■ **Exercise goal**
Count lines, not occurrences: report how many lines in the records hold the string "Mapping", and nothing else.
[[ Data extracts open ]]
"""What to change: standard values (IEC 60063) that bring the build onto its target, and what it should then do."""

from __future__ import annotations

import math
from collections.abc import Mapping, Sequence

import numpy as np

from benchfit.explain.model import Array, Model
from benchfit.explain.parts import Averaged
from benchfit.explain.result import Quantity, Remedy
from benchfit.explain.spread import principal_points
from benchfit.quantity import Toleranced
from benchfit.sheet.preferred import ladder, series_for

KINDS = ("resistor", "capacitor")


def _fitted(
    model: Model, averaged: Averaged, changes: Mapping[int, float]
) -> tuple[Quantity, Quantity] | None:
    """Frequency and duty, probe lifted, with some parts replaced by new ones of their nominal tolerance."""
    view = model.views[0].without_probe()
    rows: list[tuple[float, float, float, float, float]] = []
    for q, w in zip(averaged.weights, averaged.live, strict=True):
        mean, covariance = w.mean.copy(), w.covariance.copy()
        for i, x in changes.items():
            covariance[i, :] = covariance[:, i] = 0.0
            mean[i] = x
            covariance[i, i] = model.parameters[i].spread ** 2
        with np.errstate(all="ignore"):
            f, duty = model.frequency_and_duty(principal_points(mean, covariance), view)
        if not np.isfinite(f[0]):
            return None
        rows.append(
            (
                q,
                float(f[0]),
                float(np.sum(np.nan_to_num(f[1:] - f[0]) ** 2)),
                float(duty[0]),
                float(np.sum(np.nan_to_num(duty[1:] - duty[0]) ** 2)),
            )
        )
    table = np.array(rows)
    q = table[:, 0] / table[:, 0].sum()

    def pooled(mean: Array, variance: Array, unit: str) -> Quantity:
        center = float(q @ mean)
        return Quantity(center, math.sqrt(float(q @ ((mean - center) ** 2 + variance))), unit)

    return pooled(table[:, 1], table[:, 2], "Hz"), pooled(table[:, 3], table[:, 4], "1")


def _timing(model: Model, averaged: Averaged) -> list[int]:
    """Resistors and capacitors that move the frequency, those named by the first suspect first."""
    view = model.views[0].without_probe()
    state = averaged.live[0].mean
    found = []
    for i, p in enumerate(model.parameters):
        if p.part is None or p.part.kind not in KINDS or p.follows is not None or p.coordinate != "log":
            continue
        moved = np.vstack([state, state])
        moved[1, i] += 0.01
        with np.errstate(all="ignore"):
            f, _ = model.frequency_and_duty(moved, view)
        slope = abs(math.log(f[1] / f[0])) / 0.01 if np.all(np.isfinite(f)) else 0.0
        if slope > 0.1:
            named = p.name in averaged.live[0].causes
            found.append(((not named, p.part.kind != "resistor", -slope), i))
    return [i for _, i in sorted(found)]


def _nearest(model: Model, i: int, wanted: float) -> tuple[float, str]:
    p = model.parameters[i]
    half = 0.5 * (p.limits[1] - p.limits[0])
    name = series_for(max(half, 0.0))
    choices = ladder(wanted / 1.6, wanted * 1.6, name)
    return min(choices, key=lambda x: abs(math.log(x / wanted))), name


def _solve(model: Model, averaged: Averaged, i: int, goal: float, extra: Mapping[int, float]) -> float | None:
    """ln of the part that brings the mean frequency onto the goal, by a fine scan and linear interpolation."""
    view = model.views[0].without_probe()
    grid = np.linspace(-2.5, 2.5, 201) + averaged.live[0].mean[i]
    mixed = np.zeros(grid.size)
    for q, w in zip(averaged.weights, averaged.live, strict=True):
        states = np.tile(w.mean, (grid.size, 1))
        for k, x in extra.items():
            states[:, k] = x
        states[:, i] = grid
        with np.errstate(all="ignore"):
            mixed += q * np.log(model.frequency_and_duty(states, view)[0])
    away = mixed - math.log(goal)
    ok = np.isfinite(away[:-1]) & np.isfinite(away[1:]) & (np.sign(away[:-1]) != np.sign(away[1:]))
    crossings = np.flatnonzero(ok)
    if crossings.size == 0:
        return None
    k = crossings[np.argmin(np.abs(grid[crossings] - averaged.live[0].mean[i]))]
    return float(grid[k] - away[k] * (grid[k + 1] - grid[k]) / (away[k + 1] - away[k]))


def remedies_of(
    model: Model, averaged: Averaged, frequency: Toleranced | None, duty: Toleranced | None
) -> tuple[Remedy, ...]:
    """One timing part at a time, then pairs where the duty cycle has a target too; best first."""
    if frequency is None:
        return ()
    current = _fitted(model, averaged, {})
    if current is None:
        return ()
    close = abs(current[0].value / frequency.nominal - 1) <= max(
        0.002, (current[0].u or 0.0) / frequency.nominal
    )
    duty_close = duty is None or abs(current[1].value - duty.nominal) <= max(0.005, current[1].u or 0.0)
    if close and duty_close:
        return ()
    found = []
    order = _timing(model, averaged)
    values = model.values(averaged.mean)
    for i in order[:5]:
        wanted = _solve(model, averaged, i, frequency.nominal, {})
        if wanted is None:
            continue
        after, series = _nearest(model, i, math.exp(wanted))
        p = model.parameters[i]
        predicted = _fitted(model, averaged, {i: math.log(after) + p.center - p.nominal})
        if predicted is None:
            continue
        found.append(
            Remedy(
                p.name,
                float(values[p.name]),
                after,
                series,
                {"frequency": predicted[0], "duty": predicted[1]},
            )
        )
    if duty is not None and len(order) > 1:
        found.extend(_pairs(model, averaged, order, frequency, duty, values))

    def badness(r: Remedy) -> float:
        f, d = r.predicts["frequency"], r.predicts["duty"]
        away = abs(math.log(f.value / frequency.nominal)) + (f.u or 0.0) / f.value
        if duty is not None:
            away += 2 * abs(d.value - duty.nominal)
        return away

    found.sort(key=badness)
    return tuple(found[:4])


def _pairs(
    model: Model,
    averaged: Averaged,
    order: Sequence[int],
    frequency: Toleranced,
    duty: Toleranced,
    values: Mapping[str, Array],
) -> list[Remedy]:
    """Two resistors together, for frequency and duty at once: a scan of one, the other solved for."""
    resistors = [i for i in order if (part := model.parameters[i].part) and part.kind == "resistor"]
    best: tuple[float, list[Remedy]] | None = None
    for i in resistors[:2]:
        for j in resistors[:2]:
            if i >= j:
                continue
            p, q = model.parameters[i], model.parameters[j]
            series_p = series_for(0.5 * (p.limits[1] - p.limits[0]))
            here = math.exp(averaged.live[0].mean[i])
            for after in ladder(here / 4, here * 4, series_p)[:60]:
                x = math.log(after) + p.center - p.nominal
                wanted = _solve(model, averaged, j, frequency.nominal, {i: x})
                if wanted is None:
                    continue
                other, series_q = _nearest(model, j, math.exp(wanted))
                predicted = _fitted(model, averaged, {i: x, j: math.log(other) + q.center - q.nominal})
                if predicted is None:
                    continue
                away = abs(math.log(predicted[0].value / frequency.nominal)) + 2 * abs(
                    predicted[1].value - duty.nominal
                )
                if best is None or away < best[0]:
                    predicts = {"frequency": predicted[0], "duty": predicted[1]}
                    best = (
                        away,
                        [
                            Remedy(p.name, float(values[p.name]), after, series_p, predicts),
                            Remedy(q.name, float(values[q.name]), other, series_q, predicts),
                        ],
                    )
    return best[1] if best else []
[[ Data extracts closed ]]
■ **Result below**
4